WHAT YOU WILL DO
From the data below, copy exactly the lines that lie between the one holding "await readValidatedBody(event, zodValidator(rejectSchema))" and the one holding "a list joined", including both, and nothing more.

SUPPLIED MATERIAL
<<<<

import { platformUploadSchema } from '../../../shared/schemas/platform'

export default defineEventHandler(async (event) => {
  const admin = await requirePermission(event, 'platforms.upload')
  const input = await readValidatedBody(event, zodValidator(platformUploadSchema))
  setResponseStatus(event, 201)
  return createPlatform(admin, input)
})
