import { roadTestCreateSchema } from '../../../../shared/schemas/road-test'

export default defineEventHandler(async (event) => {
  const { id } = await getValidatedRouterParams(event, zodValidator(idParamSchema))
  const user = await requirePermission(event, 'road-tests.record')
  const input = await readValidatedBody(event, zodValidator(roadTestCreateSchema))
  const { repeated, ...recorded } = await recordRoadTest(user, id, input)
  setResponseStatus(event, repeated ? 200 : 201)
  return recorded
})
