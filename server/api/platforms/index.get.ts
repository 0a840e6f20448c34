import { Op } from 'sequelize'
import { Platform } from '../../models'

export default defineEventHandler(async (event) => {
  const user = await requireUser(event)
  const rows = await Platform.findAll({ where: { [Op.or]: [{ workshopId: null }, { workshopId: user.workshopId }] }, order: [['motorMaxRpm', 'ASC'], ['key', 'ASC']] })
  return { items: rows.map(p => ({ id: p.id, key: p.key, name: p.name, motorMaxRpm: p.motorMaxRpm, schema: p.schema })), total: rows.length }
})
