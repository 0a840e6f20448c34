// What the tester needs at the roadside: which car and version, and what the model expects of each check.
export default defineEventHandler(async (event) => {
  const { id } = await getValidatedRouterParams(event, zodValidator(idParamSchema))
  const user = await requirePermission(event, 'staff')
  return roadTestBrief(user, id)
})
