export default defineEventHandler(async (event) => {
  const { id } = await getValidatedRouterParams(event, zodValidator(idParamSchema))
  const user = await requireRole(event, 'tuner')
  return withdrawVersion(user, id)
})
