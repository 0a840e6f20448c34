// Which fact an evaluation problem is about, in the workshop's words: "spec.tyreSizeRear" reads "Rear tyre
// size, if different", never the path itself (docs/computation.md lists where each fact comes from).
import { settingLimits } from '~~/shared/compute/settings'
import { specGroups } from '~~/shared/schemas/vehicle-spec-fields'

const specLabels: Record<string, string> = Object.fromEntries(specGroups.flatMap(g => g.fields).map(f => [f.key, f.label]))
const limitNames: Record<string, string> = Object.fromEntries(Object.entries(settingLimits).map(([path, l]) => [path, l.name]))

export function factWords(path: string, titles: Record<string, { title?: unknown }> = {}): string {
  const [head = '', ...rest] = path.split('.')
  const key = rest.join('.')
  if (head === 'spec') return specLabels[rest[0] ?? ''] ?? 'A car fact'
  if (head === 'settings') return limitNames[key] ?? 'The workshop\'s settings'
  if (head === 'platform') return 'The drive unit'
  if (head === 'parameters') {
    const title = titles[rest[0] ?? '']?.title
    return typeof title === 'string' ? title : 'A setting this drive unit does not have'
  }
  return 'A fact'
}
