import { routePermission } from '../../../../shared/schemas/version-lifecycle'
import { rejectSchema } from '../../../../shared/schemas/profile'

// Sending a version back needs a comment: the tuner has to know what to change.
export default defineEventHandler(async (event) => {
  const { id } = await getValidatedRouterParams(event, zodValidator(idParamSchema))
  const user = await requirePermission(event, routePermission('reject'))
  const { comment } = await readValidatedBody(event, zodValidator(rejectSchema))
  return decideVersion(user, id, 'reject', comment)
})
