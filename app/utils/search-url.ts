// Fleet search conditions in the page's address, so a search can be shared: one `c` per condition,
// "field~op~value", a list joined with "|".
import { searchFields, type SearchCondition, type SearchOp } from '~~/shared/schemas/fleet-search'

const isNumberField = (field: string) => field.startsWith('unit.') || searchFields.find(f => f.key === field)?.kind === 'number'

export function conditionsToQuery(conditions: SearchCondition[]): string[] {
  return conditions.map(c => `${c.field}~${c.op}~${Array.isArray(c.value) ? c.value.join('|') : c.value}`)
}

export function conditionsFromQuery(q: unknown): SearchCondition[] {
  const list = (Array.isArray(q) ? q : q ? [q] : []).filter((x): x is string => typeof x === 'string').slice(0, 12)
  return list.flatMap((s) => {
    const [field, op, raw] = s.split('~')
    if (!field || !op || raw === undefined) return []
    const parse = (x: string) => (isNumberField(field) ? Number(x) : x)
    const value = op === 'in' ? raw.split('|').map(parse) : parse(raw)
    return [{ field, op: op as SearchOp, value }]
  })
}
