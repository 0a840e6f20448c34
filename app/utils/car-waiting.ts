// What waits on whom for one car, read from its versions, snags and drift; the step for the person
// looking comes first. A step is "mine" only when it falls to me: the author's draft, a review or road test
// I may give (not of my own version), a snag assigned to me. Pure, so the overview and its test read it alike.
import type { PersonRef, ProfileView, VersionSummary } from '~~/shared/schemas/profile-views'
import type { Permission } from '~~/shared/utils/permissions'

// `who` is said after "Waits on" to everyone but the person it falls to.
export interface WaitingItem { who: string, what: string, to: string, mine: boolean }
export interface Viewer { id: number | null, can: (p: Permission) => boolean }
interface CarFacts { id: number, driftedAt: Date | string | null }
interface BlockingSnag { assignee: PersonRef | null }

// The version of a profile a next step may point at: its latest, a withdrawn one aside (taking a version back
// leaves the one before it standing). An earlier version sent back or awaiting a test has been overtaken.
export function latestVersion<V extends Pick<VersionSummary, 'versionNo' | 'state'>>(versions: readonly V[]): V | null {
  return versions.filter(v => v.state !== 'withdrawn').reduce<V | null>((a, v) => (a && a.versionNo > v.versionNo ? a : v), null)
}

// Review and sign-off go to someone other than the version's author (docs/version-lifecycle.md).
const notTheAuthor = (role: string, author: PersonRef | null, me: Viewer) => (author ? `${role} other than ${author.id === me.id ? 'you' : author.name}` : role)

// The step a profile waits on, read from its latest version; none once it is signed off or superseded.
function profileStep(p: ProfileView, me: Viewer): WaitingItem | null {
  const v = latestVersion(p.versions)
  if (!v) return null
  const name = `${p.name} v${v.versionNo}`
  const page = `/versions/${v.id}`
  const mineAsAuthor = v.author !== null && v.author.id === me.id
  if (v.state === 'in-review') return { who: notTheAuthor('an engineer', v.author, me), what: `review ${name}`, to: page, mine: me.can('versions.review') && !mineAsAuthor }
  if (v.state === 'approved') return { who: notTheAuthor('a road tester', v.author, me), what: `road-test ${name}`, to: `/road-tests/new?version=${v.id}`, mine: me.can('road-tests.record') && !mineAsAuthor }
  const author = v.author?.name ?? 'its author'
  const mine = mineAsAuthor && me.can('versions.write')
  if (v.state === 'draft') return { who: author, what: `finish the draft ${name} and send it for review`, to: page, mine }
  if (v.state === 'rejected') return { who: author, what: `rework ${name}, sent back${v.lastReview?.reviewer ? ` by ${v.lastReview.reviewer.name}` : ''}`, to: page, mine }
  return null
}

// Blocking snags, one step per person they are assigned to; those assigned to nobody wait on someone being assigned.
function snagSteps(car: CarFacts, blocking: readonly BlockingSnag[], me: Viewer): WaitingItem[] {
  const groups = new Map<number | null, { who: string, count: number }>()
  for (const s of blocking) {
    const key = s.assignee?.id ?? null
    const group = groups.get(key) ?? { who: s.assignee?.name ?? 'someone being assigned', count: 0 }
    groups.set(key, { ...group, count: group.count + 1 })
  }
  return [...groups].map(([id, g]) => ({
    who: g.who,
    what: `clear ${g.count} snag${g.count === 1 ? '' : 's'} that block${g.count === 1 ? 's' : ''} sign-off`,
    to: `/cars/${car.id}/snags`,
    mine: id !== null && id === me.id
  }))
}

export function carWaiting(car: CarFacts, profiles: ProfileView[], blocking: readonly BlockingSnag[], me: Viewer): WaitingItem[] {
  const items = profiles.map(p => profileStep(p, me)).filter((i): i is WaitingItem => i !== null)
  // A car just booked in waits on a tuner to start its settings.
  if (!profiles.some(p => p.versions.length)) items.push({ who: 'a tuner', what: 'start the car\'s first profile of controller settings', to: `/cars/${car.id}/versions`, mine: me.can('versions.write') })
  items.push(...snagSteps(car, blocking, me))
  if (car.driftedAt) items.push({ who: 'a tuner or tester', what: 'put the signed-off settings back on the controller and read it back', to: `/cars/${car.id}/readbacks`, mine: me.can('readbacks.record') })
  return [...items.filter(i => i.mine), ...items.filter(i => !i.mine)]
}
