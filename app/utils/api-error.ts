// What the server said when a request was refused ({statusCode, message, data}, docs/architecture.md#api),
// read the same way everywhere.
export interface FieldIssue { path: string, message: string }
export interface ApiError<T = Record<string, unknown>> { statusCode?: number, message?: string, data?: T & { fields?: FieldIssue[] } }

export function apiError<T = Record<string, unknown>>(e: unknown): ApiError<T> {
  const err = e as { statusCode?: number, status?: number, data?: { message?: string, data?: T & { fields?: FieldIssue[] } }, message?: string }
  const fields = err?.data?.data?.fields ?? []
  // A refusal by field: the server's summary names the fields by their paths, so say it in their own messages.
  const message = fields.length ? `Some values need a look: ${[...new Set(fields.map(f => f.message))].slice(0, 3).join('; ')}.` : err?.data?.message
  return { statusCode: err?.statusCode ?? err?.status, message, data: err?.data?.data }
}

// The server's plain message, else the fallback (a network error's own text is not for people).
export function errorMessage(e: unknown, fallback: string): string {
  return apiError(e).message ?? fallback
}
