import { roadTestCreateSchema } from '../../../../shared/schemas/road-test'

export default defineEventHandler(async (event) => {
  const { id } = await getValidatedRouterParams(event, zodValidator(idParamSchema))
  const user = await requirePermission(event, 'road-tests.record')
  const input = await readValidatedBody(event, zodValidator(roadTestCreateSchema))
  setResponseStatus(event, 201)
  return recordRoadTest(user, id, input)
})
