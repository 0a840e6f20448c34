import { createStore, del, entries, get, set, type UseStore } from 'idb-keyval'

// Photos taken in the road-test wizard, kept in the phone's IndexedDB until the server has them, so a reload,
// a closed tab or a lost signal loses none (docs/road-tests.md#no-signal). Each is tied to the person who took
// it, the version and the record's send key: it is only ever sent with that record.
export interface KeptPhoto { id: string, owner: number, versionId: number, sendKey: string, name: string, type: string, blob: Blob }
// What the draft holds of a photo: `kept` false when the phone would not store it (private browsing, full
// storage), so it lives in this page only; `tried` once a send of it began (its answer may have been lost).
export interface PhotoRef { id: string, name: string, bytes: number, kept: boolean, tried?: boolean }

let store: UseStore | null = null
const photoStore = () => (store ??= createStore('voltwright-road-tests', 'photos'))
const inPage = new Map<string, KeptPhoto>()

export async function keepPhoto(photo: Omit<KeptPhoto, 'id'>): Promise<PhotoRef> {
  const kept: KeptPhoto = { ...photo, id: crypto.randomUUID() }
  inPage.set(kept.id, kept)
  const stored = await set(kept.id, kept, photoStore()).then(() => true, () => false)
  return { id: kept.id, name: photo.name, bytes: photo.blob.size, kept: stored }
}

export async function readPhoto(id: string): Promise<KeptPhoto | null> {
  return inPage.get(id) ?? await get<KeptPhoto>(id, photoStore()).catch(() => undefined) ?? null
}

export async function dropPhoto(id: string) {
  inPage.delete(id)
  await del(id, photoStore()).catch(() => {})
}

// Drops this person's photos of a version that belong to no record in hand: left from a draft that was forgotten.
export async function dropStrayPhotos(owner: number, versionId: number, sendKey: string) {
  const all = await entries<string, KeptPhoto>(photoStore()).catch(() => [])
  await Promise.all(all.filter(([, p]) => p.owner === owner && p.versionId === versionId && p.sendKey !== sendKey).map(([id]) => dropPhoto(id)))
}

export async function sha256Hex(blob: Blob): Promise<string> {
  const digest = await crypto.subtle.digest('SHA-256', await blob.arrayBuffer())
  return [...new Uint8Array(digest)].map(b => b.toString(16).padStart(2, '0')).join('')
}
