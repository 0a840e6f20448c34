import { submitSchema } from '../../../../shared/schemas/profile'

export default defineEventHandler(async (event) => {
  const { id } = await getValidatedRouterParams(event, zodValidator(idParamSchema))
  const user = await requirePermission(event, 'versions.write')
  const input = await readValidatedBody(event, zodValidator(submitSchema))
  return submitVersion(user, id, input)
})
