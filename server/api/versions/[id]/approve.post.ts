import { routePermission } from '../../../../shared/schemas/version-lifecycle'
import { approveSchema } from '../../../../shared/schemas/profile'

export default defineEventHandler(async (event) => {
  const { id } = await getValidatedRouterParams(event, zodValidator(idParamSchema))
  const user = await requirePermission(event, routePermission('approve'))
  const { comment } = await readValidatedBody(event, zodValidator(approveSchema))
  return decideVersion(user, id, 'approve', comment)
})
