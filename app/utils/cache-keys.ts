// The keys of what the screens read (useFetch), in one place: a write names what it changed, and every screen
// showing it reads it again.
export const cacheKeys = {
  vehicle: (id: number) => `vehicle-${id}`,
  profiles: (vehicleId: number) => `profiles-${vehicleId}`,
  version: (id: number) => `version-${id}`,
  readbacks: (vehicleId: number) => `readbacks-${vehicleId}`,
  vehicleRoadTests: (vehicleId: number) => `vehicle-road-tests-${vehicleId}`,
  roadTest: (id: number) => `road-test-${id}`,
  roadTestChart: (id: number) => `road-test-chart-${id}`,
  roadTestBrief: (versionId: number) => `road-test-brief-${versionId}`,
  handover: (vehicleId: number) => `handover-${vehicleId}`,
  clientCar: (vehicleId: number) => `client-car-${vehicleId}`,
  platform: (key: string | null | undefined) => `platform-${key}`,
  diff: (a: number, b: number) => `diff-${a}-${b}`,
  driftedCars: 'drifted-cars',
  reviews: 'worklist-reviews',
  drafts: 'worklist-drafts',
  awaitingRoadTests: 'road-tests-awaiting',
  people: 'people',
  platforms: 'platforms',
  workshop: 'workshop',
  snagAssignees: 'snag-assignees'
} as const

// After a write to a car: its history and page read again, with whatever else the write touched.
export async function carChanged(vehicleId: number, ...also: string[]) {
  useHistoryRevision(vehicleId).value++
  useHistoryRevision().value++
  await refreshNuxtData([cacheKeys.vehicle(vehicleId), cacheKeys.handover(vehicleId), ...also])
}
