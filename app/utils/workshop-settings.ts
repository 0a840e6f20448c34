// The admin's form for the safety thresholds: which settings sit together, what each decides, and how the
// form's values (shares as percentages) turn into the settings the shared schema checks.
import { defaultSettings, settingLimits, type NumberSetting, type WorkshopSettings } from '~~/shared/compute/settings'

// `looser`: which way a change makes Voltwright warn less often.
export interface SettingField { path: NumberSetting, unit: string, step: number, looser: 'higher' | 'lower', help: string }
export interface SettingGroup { key: string, title: string, intro: string, fields: SettingField[] }
export type SettingNumbers = Record<NumberSetting, number | ''>
export type UnitSetting = 'units.power' | 'units.speed'
export type SettingPath = NumberSetting | UnitSetting

export const settingGroups: SettingGroup[] = [
  { key: 'friction', title: 'Tyre grip per surface', intro: 'The friction coefficient μ between tyre and road. Regen is checked against the driven axle\'s grip on wet roads and on snow; full-power pulls and hill starts are judged on a dry road.', fields: [
    { path: 'friction.dry', unit: 'μ', step: 0.01, looser: 'higher', help: 'Handbooks: 0.65 sliding (Noon 1994) to 0.85 peak (Bosch) on dry asphalt.' },
    { path: 'friction.wet', unit: 'μ', step: 0.01, looser: 'higher', help: 'Handbooks: 0.50 sliding (Noon 1994) to 0.65 peak (Bosch) on wet asphalt.' },
    { path: 'friction.snow', unit: 'μ', step: 0.01, looser: 'higher', help: 'Handbooks: 0.20 to 0.25 on snow (Noon 1994); ice is 0.10 to 0.15.' }
  ] },
  { key: 'hill', title: 'Hill start and creep', intro: 'Gradients in percent: metres of climb per 100 m along the road.', fields: [
    { path: 'minStartGradePct', unit: '%', step: 1, looser: 'lower', help: 'A caution when the car cannot pull away from rest on this gradient. 20 % is the UN R13-H parking-brake test gradient.' },
    { path: 'minCreepHoldGradePct', unit: '%', step: 0.5, looser: 'lower', help: 'A caution when creep is switched on but cannot hold the car on this slope: driveways, ramps, queues on a hill.' }
  ] },
  { key: 'powerRatio', title: 'Power against the original engine', intro: 'The drive unit\'s power cap divided by the original engine\'s power: brakes, tyres and suspension were built for the original.', fields: [
    { path: 'powerRatio.caution', unit: 'times', step: 0.1, looser: 'higher', help: 'Above this, a caution: have brakes, tyres, suspension and driveshafts checked.' },
    { path: 'powerRatio.danger', unit: 'times', step: 0.1, looser: 'higher', help: 'Above this, a danger warning: uprate the chassis or lower the power cap.' }
  ] },
  { key: 'derate', title: 'Thermal derate band', intro: 'The gap between derate start and cut-off for the motor, inverter and battery pack.', fields: [
    { path: 'minDerateBandC', unit: '°C', step: 1, looser: 'lower', help: 'A narrower band gives a caution: power would vanish at once instead of fading.' }
  ] },
  { key: 'shares', title: 'How close to a limit a caution comes', intro: 'Past the limit itself the warning is a danger; these set where the caution before it begins.', fields: [
    { path: 'regenGripCautionFraction', unit: '% of the grip', step: 1, looser: 'higher', help: 'A caution once lift-off regen asks for this share of the driven axle\'s grip on a wet road or snow.' },
    { path: 'tyreLoadCautionFraction', unit: '% of the rating', step: 1, looser: 'higher', help: 'A caution once a tyre carries this share of its load rating at test mass.' }
  ] }
]

export const unitChoices: Record<UnitSetting, { name: string, options: { value: string, label: string }[] }> = {
  'units.power': { name: 'Power', options: [{ value: 'kW+hp', label: 'kW, with hp beside it' }, { value: 'kW', label: 'kW only' }] },
  'units.speed': { name: 'Speed', options: [{ value: 'km/h', label: 'km/h only' }, { value: 'mph', label: 'km/h, with mph beside it' }] }
}

const isShare = (path: NumberSetting) => 'share' in settingLimits[path]
const round = (x: number) => Math.round(x * 1e6) / 1e6

export function settingValue(settings: WorkshopSettings, path: SettingPath): number | string {
  return path.split('.').reduce<unknown>((o, k) => (o as Record<string, unknown>)[k], settings) as number | string
}

function setPath(out: Record<string, unknown>, path: SettingPath, value: unknown) {
  const [group, key] = path.split('.') as [string, string | undefined]
  out[group] = key ? { ...(out[group] as object | undefined), [key]: value } : value
}

// A number as the form shows it: shares as percentages.
export function shownNumber(settings: WorkshopSettings, path: NumberSetting): number {
  const v = settingValue(settings, path) as number
  return isShare(path) ? round(v * 100) : v
}

export function numbersOf(settings: WorkshopSettings): Record<NumberSetting, number> {
  return Object.fromEntries(Object.keys(settingLimits).map(p => [p, shownNumber(settings, p as NumberSetting)])) as Record<NumberSetting, number>
}

// The form's values as settings for the shared schema: an empty box is null (refused), never the default.
export function settingsFromForm(numbers: SettingNumbers, units: WorkshopSettings['units']): unknown {
  const out: Record<string, unknown> = { units: { ...units } }
  for (const [path, shown] of Object.entries(numbers) as [NumberSetting, number | ''][]) {
    setPath(out, path, shown === '' ? null : isShare(path) ? round(shown / 100) : shown)
  }
  return out
}

export function rangeText(path: NumberSetting): string {
  const l = settingLimits[path]
  return 'share' in l ? 'above 0 % and below 100 %' : `${l.min} to ${l.max}${l.unit}`
}

// A number as shown in the form, with its unit: "0.2", "5 %", "80 %", "1.5 times".
export const numberText = (path: NumberSetting, shown: number) => `${shown}${isShare(path) ? ' %' : settingLimits[path].unit}`

export function settingText(settings: WorkshopSettings, path: SettingPath): string {
  if (path === 'units.power' || path === 'units.speed') return unitChoices[path].options.find(o => o.value === settingValue(settings, path))?.label ?? ''
  return numberText(path, shownNumber(settings, path))
}

export const defaultNumbers = numbersOf(defaultSettings)

const settingPaths: SettingPath[] = [...Object.keys(settingLimits) as NumberSetting[], 'units.power', 'units.speed']
export const settingName = (path: SettingPath) => path === 'units.power' || path === 'units.speed' ? `${unitChoices[path].name} shown as` : settingLimits[path].name

export interface SettingChange { path: SettingPath, name: string, before: string, after: string }

export function settingChanges(before: WorkshopSettings, after: WorkshopSettings): SettingChange[] {
  return settingPaths.filter(p => settingValue(before, p) !== settingValue(after, p))
    .map(path => ({ path, name: settingName(path), before: settingText(before, path), after: settingText(after, path) }))
}

// Only what changed, nested as the API takes it, so a setting another admin saved meanwhile is kept.
export function changedSettings(before: WorkshopSettings, after: WorkshopSettings): Record<string, unknown> {
  const out: Record<string, unknown> = {}
  for (const { path } of settingChanges(before, after)) setPath(out, path, settingValue(after, path))
  return out
}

>>>>

TASK RESPONSE
  const { comment } = await readValidatedBody(event, zodValidator(rejectSchema))
  return decideVersion(user, id, 'reject', comment)
})
filename app/utils/search-url.ts
// Fleet search conditions in the page's address, so a search can be shared: one `c` per condition,
// "field~op~value", a list joined with "|".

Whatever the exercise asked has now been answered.